# Pranzi forum



## Pincopallino (19 Dicembre 2019)

Anni fa frequentavo un posto simile a questo e che ora non esiste più.
Era talmente tanta la confidenza che si era creata, che due tre volte l'anno ci si vedeva tutti a pranzo o a cena, lunghe tavolate di corna subenti e corna facenti riuniti.
Tutta questa conoscenza ha fatto perdere il bello, quantomeno io lo trovo bello, di scrivere a perfetti sconosciuti con grande spontaneità, le proprie preoccupazioni e sofferenze, era venuta meno la disinibizione.
E così il forum implose su stesso, perché nessuno diceva più nulla di profondo mettendo a nudo se stesso per una sorta di vergogna.
Piano piano ce ne andammo tutti perdendoci ed io lo considero un esperimento sociale fallito.
Avete mai vissuto esperienze simili?


----------



## Nocciola (19 Dicembre 2019)

Pincopallino ha detto:


> Anni fa frequentavo un posto simile a questo e che ora non esiste più.
> Era talmente tanta la confidenza che si era creata, che due tre volte l'anno ci si vedeva tutti a pranzo o a cena, lunghe tavolate di corna subenti e corna facenti riuniti.
> Tutta questa conoscenza ha fatto perdere il bello, quantomeno io lo trovo bello, di scrivere a perfetti sconosciuti con grande spontaneità, le proprie preoccupazioni e sofferenze, era venuta meno la disinibizione.
> E così il forum implose su stesso, perché nessuno diceva più nulla di profondo mettendo a nudo se stesso per una sorta di vergogna.
> ...


Qualcuno di noi si frequenta fuori
Direi che al momento unire virtuale e reale ha solo rafforzato i nostri rapporti
Poi qualche cantonata è stata presa, fa parte del gioco
Continuo a pensare che ne sia valsa la pens


----------



## oriente70 (20 Dicembre 2019)

Se riuscite a fare colazione si può fare


----------



## Foglia (20 Dicembre 2019)

Pincopallino ha detto:


> Anni fa frequentavo un posto simile a questo e che ora non esiste più.
> Era talmente tanta la confidenza che si era creata, che due tre volte l'anno ci si vedeva tutti a pranzo o a cena, lunghe tavolate di corna subenti e corna facenti riuniti.
> Tutta questa conoscenza ha fatto perdere il bello, quantomeno io lo trovo bello, di scrivere a perfetti sconosciuti con grande spontaneità, le proprie preoccupazioni e sofferenze, era venuta meno la disinibizione.
> E così il forum implose su stesso, perché nessuno diceva più nulla di profondo mettendo a nudo se stesso per una sorta di vergogna.
> ...


Io posso dire che di me come ho parlato qui dentro, credo comunque di non averlo mai fatto altrove.
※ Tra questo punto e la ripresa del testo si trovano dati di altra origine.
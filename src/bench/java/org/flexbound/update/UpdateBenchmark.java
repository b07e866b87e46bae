package org.flexbound.update;

import java.util.ArrayList;
import java.util.List;
import java.util.Optional;
import java.util.OptionalDouble;
import java.util.SplittableRandom;
import java.util.concurrent.TimeUnit;
import org.ejml.data.DMatrixRMaj;
import org.flexbound.document.JsonFile;
import org.flexbound.finding.Where;
import org.flexbound.flexibility.AbsoluteCoefficient;
import org.flexbound.flexibility.Coefficient;
import org.flexbound.flexibility.Gain;
import org.flexbound.flexibility.LinearMap;
import org.flexbound.flexibility.MeasuredFlexibility;
import org.flexbound.frame.FrameModel;
import org.flexbound.frame.FrameReader;
import org.flexbound.setup.Direction;
import org.flexbound.setup.Gauge;
import org.flexbound.setup.GaugeKind;
import org.flexbound.setup.Load;
import org.flexbound.setup.LoadPoint;
import org.flexbound.setup.Part;
import org.flexbound.setup.Placing;
import org.flexbound.setup.Station;
import org.flexbound.setup.Vector;
import org.flexbound.solve.FrameFlexibility;
import org.flexbound.study.Study;
import org.flexbound.study.StudyReader;
import org.openjdk.jmh.annotations.Benchmark;
import org.openjdk.jmh.annotations.BenchmarkMode;
import org.openjdk.jmh.annotations.Fork;
import org.openjdk.jmh.annotations.Measurement;
import org.openjdk.jmh.annotations.Mode;
import org.openjdk.jmh.annotations.OutputTimeUnit;
import org.openjdk.jmh.annotations.Param;
import org.openjdk.jmh.annotations.Scope;
import org.openjdk.jmh.annotations.Setup;
import org.openjdk.jmh.annotations.State;
import org.openjdk.jmh.annotations.Warmup;

/**
 * One update of a lattice frame (a × a × a nodes on a 1 m grid, base fixed, 6 unknowns a node): 40
 * gauges × 10 loads, 1 000 parameters, each EIy, EIz and GJ of one group of members. By part: the
 * coefficients alone (factor and solves), with their Jacobian (and sensitivities), one bounded step,
 * and the whole μ = 1 estimate.
 */
@State(Scope.Benchmark)
@BenchmarkMode(Mode.AverageTime)
@OutputTimeUnit(TimeUnit.SECONDS)
@Fork(value = 1, jvmArgsAppend = "-Xmx4g")
@Warmup(iterations = 1)
@Measurement(iterations = 3)
public class UpdateBenchmark {
  private static final int GAUGES = 40;
  private static final int LOADS = 10;
  private static final int PARAMETERS = 1000;

  /** Nodes along each edge; 16 gives the lattice of 23 040 unknowns. */
  @Param({"16"})
  public int edge;

  private UpdateProblem problem;
  private FittedModel model;
  private WhitenedModel.Linear linear;
  private double[] at;

  /** Builds the lattice, its study and an invented measurement. */
  @Setup
  public void build() {
    SplittableRandom random = new SplittableRandom(16);
    List<String> members = new ArrayList<>();
    FrameModel frame =
        FrameReader.read(JsonFile.parse(lattice(members), "lattice.json").orRefuse()).orRefuse();
    Study study =
        StudyReader.read(JsonFile.parse(study(members), "study.json").orRefuse()).orRefuse();
    List<Gauge> gauges = new ArrayList<>();
    List<Load> loads = new ArrayList<>();
    for (int i = 0; i < GAUGES; i++) {
      gauges.add(gauge("g" + i, node(random), i));
    }
    for (int j = 0; j < LOADS; j++) {
      loads.add(load("p" + j, node(random), j));
    }
    double[][] values =
        FrameFlexibility.prepare(frame, gauges, loads, List.of())
            .orRefuse()
            .solve(List.of())
            .values();
    List<AbsoluteCoefficient> absolute = new ArrayList<>();
    List<Coefficient> coefficients = new ArrayList<>();
    for (int i = 0; i < GAUGES; i++) {
      for (int j = 0; j < LOADS; j++) {
        double u = 0.005 * Math.abs(values[i][j]) + 1e-12;
        double value = 1.02 * values[i][j] + u * random.nextGaussian();
        absolute.add(new AbsoluteCoefficient(i, j, value, u, 0, List.of(0), 3));
        coefficients.add(new Coefficient(i, j, value, u, Double.POSITIVE_INFINITY));
      }
    }
    MeasuredFlexibility measured =
        new MeasuredFlexibility(
            Study.ONLY_CONFIGURATION,
            gauges,
            loads,
            absolute,
            List.of(new Gain("cell", "load cell", 0.01)),
            Double.POSITIVE_INFINITY,
            LinearMap.identity(absolute.size()),
            coefficients);
    problem = StudyUpdate.problem(study, frame, List.of(measured)).orRefuse();
    Observations observations = new Observations(problem.measured(), List.of(), 1);
    int[] rows = java.util.stream.IntStream.range(0, coefficients.size()).toArray();
    model = new FittedModel(observations, problem.parameters(), problem.function(), rows);
    at = new double[model.unknowns()];
    linear = model.linearise(at);
  }

  private String node(SplittableRandom random) {
    return "n" + random.nextInt(edge) + "_" + random.nextInt(edge) + "_" + (1 + random.nextInt(edge - 1));
  }

  private static Direction direction(int index) {
    return Direction.along(
        new Vector(index % 3 == 0 ? 1 : 0, index % 3 == 1 ? 1 : 0, index % 3 == 2 ? 1 : 0));
  }

  private static Gauge gauge(String name, String node, int index) {
    return new Gauge(
        name,
        GaugeKind.DISPLACEMENT,
        new Station.AtNode(node, Vector.ZERO),
        Optional.empty(),
        Optional.empty(),
        direction(index),
        Optional.empty(),
        Part.ARTICLE,
        Part.GROUND,
        false,
        Optional.empty(),
        Placing.UNSTATED,
        "",
        Where.nowhere());
  }

  private static Load load(String name, String node, int index) {
    return new Load(
        name,
        List.of(
            new LoadPoint(
                new Station.AtNode(node, Vector.ZERO),
                Optional.empty(),
                direction(index),
                1,
                Placing.UNSTATED)),
        Optional.empty(),
        OptionalDouble.empty(),
        "",
        Where.nowhere());
  }

  private String lattice(List<String> members) {
    StringBuilder nodes = new StringBuilder();
    StringBuilder bars = new StringBuilder();
    StringBuilder supports = new StringBuilder();
    for (int z = 0; z < edge; z++) {
      for (int y = 0; y < edge; y++) {
        for (int x = 0; x < edge; x++) {
          String name = "n" + x + "_" + y + "_" + z;
          comma(nodes).append("\"" + name + "\":[" + x + "," + y + "," + z + "]");
          if (z == 0) {
            comma(supports)
                .append("\"" + name + "\":{\"x\":\"fixed\",\"y\":\"fixed\",\"z\":\"fixed\","
                    + "\"rx\":\"fixed\",\"ry\":\"fixed\",\"rz\":\"fixed\"}");
          }
          if (x > 0) {
            bar(bars, members, "n" + (x - 1) + "_" + y + "_" + z, name, "");
          }
          if (y > 0) {
            bar(bars, members, "n" + x + "_" + (y - 1) + "_" + z, name, "");
          }
          if (z > 0) {
            bar(bars, members, "n" + x + "_" + y + "_" + (z - 1), name, ",\"reference\":[1,0,0]");
          }
        }
      }
    }
    return "{\"units\":{\"length\":\"m\",\"force\":\"N\",\"mass\":\"kg\",\"angle\":\"rad\"},"
        + "\"materials\":{\"steel\":{\"E\":2.1e11,\"G\":8.1e10,\"density\":7850}},"
        + "\"sections\":{\"bar\":{\"A\":5e-3,\"Iy\":2e-5,\"Iz\":2e-5,\"J\":3e-5}},"
        + "\"nodes\":{" + nodes + "},\"members\":{" + bars + "},\"supports\":{" + supports + "}}";
  }

  private static StringBuilder comma(StringBuilder text) {
    return text.length() > 0 ? text.append(",") : text;
  }

  private static void bar(
      StringBuilder bars, List<String> members, String a, String b, String more) {
    String name = "m" + members.size();
    members.add(name);
    comma(bars)
        .append("\"" + name + "\":{\"nodes\":[\"" + a + "\",\"" + b
            + "\"],\"section\":\"bar\",\"material\":\"steel\"" + more + "}");
  }

  private static String study(List<String> members) {
    StringBuilder parameters = new StringBuilder();
    for (int k = 0; k < PARAMETERS; k++) {
      StringBuilder scales = new StringBuilder();
      for (int i = k; i < members.size(); i += PARAMETERS) {
        for (String component : new String[] {"EIy", "EIz", "GJ"}) {
          comma(scales).append("\"members." + members.get(i) + "." + component + "\"");
        }
      }
      comma(parameters)
          .append("\"p" + k + "\":{\"scales\":[" + scales
              + "],\"lower\":0.5,\"upper\":2,\"priorStandardDeviation\":0.3}");
    }
    return "{\"model\":\"m.json\",\"log\":\"l.xlsx\",\"parameters\":{" + parameters + "}}";
  }

  /** Factor and solves. */
  @Benchmark
  public double[] coefficients() {
    return problem.function().coefficients(model.x(at));
  }

  /** Factor, solves and sensitivities. */
  @Benchmark
  public double[][] coefficientsAndJacobian() {
    return problem.function().at(model.x(at)).jacobian();
  }

  /** One bounded least-squares step. */
  @Benchmark
  public double[] boundedStep() {
    DMatrixRMaj jacobian = linear.jacobian;
    double[] low = model.lower();
    double[] high = model.upper();
    return new BoundedRidge(jacobian, linear.residuals, model.ridge(1), at).solve(low, high);
  }

  /** The whole μ = 1 estimate. */
  @Benchmark
  public int estimate() {
    return new GaussNewton(model, model.lower(), model.upper())
        .minimise(at, model.ridge(1))
        .iterations;
  }
}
Al di là di particolari che ho ovviamente omesso perché altrimenti facevo prima ad iscrivermi con nome e cognome  
E le persone che ho avuto la fortuna di conoscere sono state conferme, nel senso che come nel forum, anche fuori dal forum. E credo che sia questo il fattore che scrimina, tra un collante ed un elemento implosivo. Sicché la conoscenza non ha spostato il mio modo di interagire qui dentro, nel senso che se comunque mi sento anche di dire una roba fuori dai denti, o comunque una opinione che non avalla il comportamento di qualcuno che ho conosciuto, la conoscenza reale non mi impedisce di dirglielo. Sicuramente, se fuori ho parlato di dettagli (suoi o miei) che qui non hanno fatto ingresso, qui non fanno ingresso  (e mi aspetto altrettanto). Ma appunto non alterano il "come nel forum, anche fuori", perciò no problem. I problemi di implosione per me nascono quando forum e reale non stanno dalla stessa parte, altrimenti la conoscenza  (ovviamente già premessa una certa affinità ed interesse) e' solo un piacere aggiunto.


----------



## Pincopallino (20 Dicembre 2019)

oriente70 ha detto:


> Se riuscite a fare colazione si può fare


Io la faccio alle 5.30 colazione...dove ci troviamo?


----------



## oriente70 (20 Dicembre 2019)

Pincopallino ha detto:


> Io la faccio alle 5.30 colazione...dove ci troviamo?


Troppo tardi per me


----------



## danny (20 Dicembre 2019)

e





Pincopallino ha detto:


> Io la faccio alle 5.30 colazione...dove ci troviamo?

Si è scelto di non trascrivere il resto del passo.